§ ASSIGNMENT:
From the entries below, determine the number of lines that contain "reviewer". Give that number by itself.
** PROVIDED ENTRIES follows **
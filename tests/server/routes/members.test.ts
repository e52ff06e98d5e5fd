import { AuditEntry } from '@/server/models/audit-entry';
import { Membership } from '@/server/models/membership';
import { memberListSchema, memberSchema } from '@/shared/api/session';
import { createId } from '@/shared/ids';
import { buildMember, buildTeam } from '../../support/factories';
import { startTestServer, type TestServer } from '../../support/test-server';

let server: TestServer;
beforeAll(async () => {
  server = await startTestServer();
});
afterAll(() => server.stop());

async function buildPair() {
  const team = await buildTeam();
  const administrator = await buildMember(['administrator'], { team });
  const member = await buildMember(['integrator'], { team });
  return { team, administrator, member, agent: await server.signIn(administrator) };
}

test('members list the people of their own team, with what one may do to each', async () => {
  const { administrator, member, agent } = await buildPair();
  await buildMember(['integrator']);
  const response = await agent.get('/api/members');
  expect(response.status).toBe(200);
  const { items } = memberListSchema.parse(response.body);
  expect(items.map(({ id }) => id).sort()).toEqual([administrator.id, member.id].sort());
  expect(items.find(({ isYou }) => isYou)?.id).toBe(administrator.id);
  expect(items.every(({ abilities }) => abilities.changeRoles && abilities.deactivate)).toBe(true);
  const installer = await server.signIn(await buildMember(['installer']));
  const seen = memberListSchema.parse((await installer.get('/api/members')).body);
  expect(seen.items[0]?.abilities).toEqual({ changeRoles: false, deactivate: false });
});

test('the list and the change need somebody signed in', async () => {
  expect((await server.visitor().get('/api/members')).status).toBe(401);
  expect((await server.visitor().patch(`/api/members/${createId()}`).send({ active: false })).status).toBe(
    401,
  );
});

test('an administrator changes roles, which disconnects the member and is written down', async () => {
  const { member, agent } = await buildPair();
  const rooms: string[] = [];
  const stop = server.services.revocation.onRevoke((room) => rooms.push(room));
  const response = await agent.patch(`/api/members/${member.id}`).send({ roles: ['installer', 'reviewer'] });
  stop();
  expect(response.status).toBe(200);
  expect(memberSchema.parse(response.body).roles).toEqual(['reviewer', 'installer']);
  expect(rooms).toContain(`member:${member.id}`);
  const entry = await AuditEntry.findOne({ where: { subjectId: member.id }, rejectOnEmpty: true });
  expect(entry.action).toBe('roles-changed');
  expect(JSON.parse(entry.details)).toEqual({ from: ['integrator'], to: ['reviewer', 'installer'] });
});

test('a deactivated member is out at once, and back when activated again', async () => {
  const { member, agent } = await buildPair();
  const theirs = await server.signIn(member);
  expect((await agent.patch(`/api/members/${member.id}`).send({ active: false })).body.active).toBe(false);
  expect((await theirs.get('/api/session')).status).toBe(401);
  expect((await agent.patch(`/api/members/${member.id}`).send({ active: true })).body.active).toBe(true);
  expect((await theirs.get('/api/session')).status).toBe(200);
});

test.each([
  ['demoted', { roles: ['integrator'] }],
  ['deactivated', { active: false }],
])('the last administrator is not %s', async (_case, change) => {
  const { team, administrator, agent } = await buildPair();
  await buildMember(['administrator'], { team, deactivatedAt: new Date() });
  const response = await agent.patch(`/api/members/${administrator.id}`).send(change);
  expect(response.status).toBe(409);
  expect(response.body.code).toBe('last-administrator');
  const kept = await Membership.findByPk(administrator.id, { rejectOnEmpty: true });
  expect(kept.roles).toEqual(['administrator']);
  expect(kept.deactivatedAt).toBeNull();
});

test('two administrators who remove each other at once leave one', async () => {
  const team = await buildTeam();
  const [first, second] = [
    await buildMember(['administrator'], { team }),
    await buildMember(['administrator'], { team }),
  ];
  const [agentOfFirst, agentOfSecond] = [await server.signIn(first), await server.signIn(second)];
  await Promise.all([
    agentOfFirst.patch(`/api/members/${second.id}`).send({ active: false }),
    agentOfSecond.patch(`/api/members/${first.id}`).send({ active: false }),
  ]);
  const active = await Membership.count({ where: { teamId: team.id, deactivatedAt: null } });
  expect(active).toBeGreaterThanOrEqual(1);
});

test.each(['integrator', 'reviewer', 'approver', 'installer'] as const)(
  'an %s changes nobody',
  async (role) => {
    const { team, member } = await buildPair();
    const agent = await server.signIn(await buildMember([role], { team }));
    expect((await agent.patch(`/api/members/${member.id}`).send({ roles: ['reviewer'] })).status).toBe(403);
    expect((await agent.patch(`/api/members/${member.id}`).send({ active: false })).status).toBe(403);
  },
);

test('a member of another team is not found', async () => {
  const { agent } = await buildPair();
  const stranger = await buildMember(['integrator']);
  expect((await agent.patch(`/api/members/${stranger.id}`).send({ active: false })).status).toBe(404);
  expect((await agent.patch('/api/members/nonsense').send({ active: false })).status).toBe(404);
});

test.each([
  ['nothing', {}],
  ['no role', { roles: [] }],
  ['an unknown role', { roles: ['owner'] }],
  ['a role twice', { roles: ['reviewer', 'reviewer'] }],
  ['a number', { active: 1 }],
])('a change of %s is refused with its path', async (_case, change) => {
  const { member, agent } = await buildPair();
  const response = await agent.patch(`/api/members/${member.id}`).send(change);
  expect(response.status).toBe(400);
  expect(response.body.problems.length).toBeGreaterThan(0);
});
** End of PROVIDED ENTRIES **
§ FINISHED EXERCISE:
6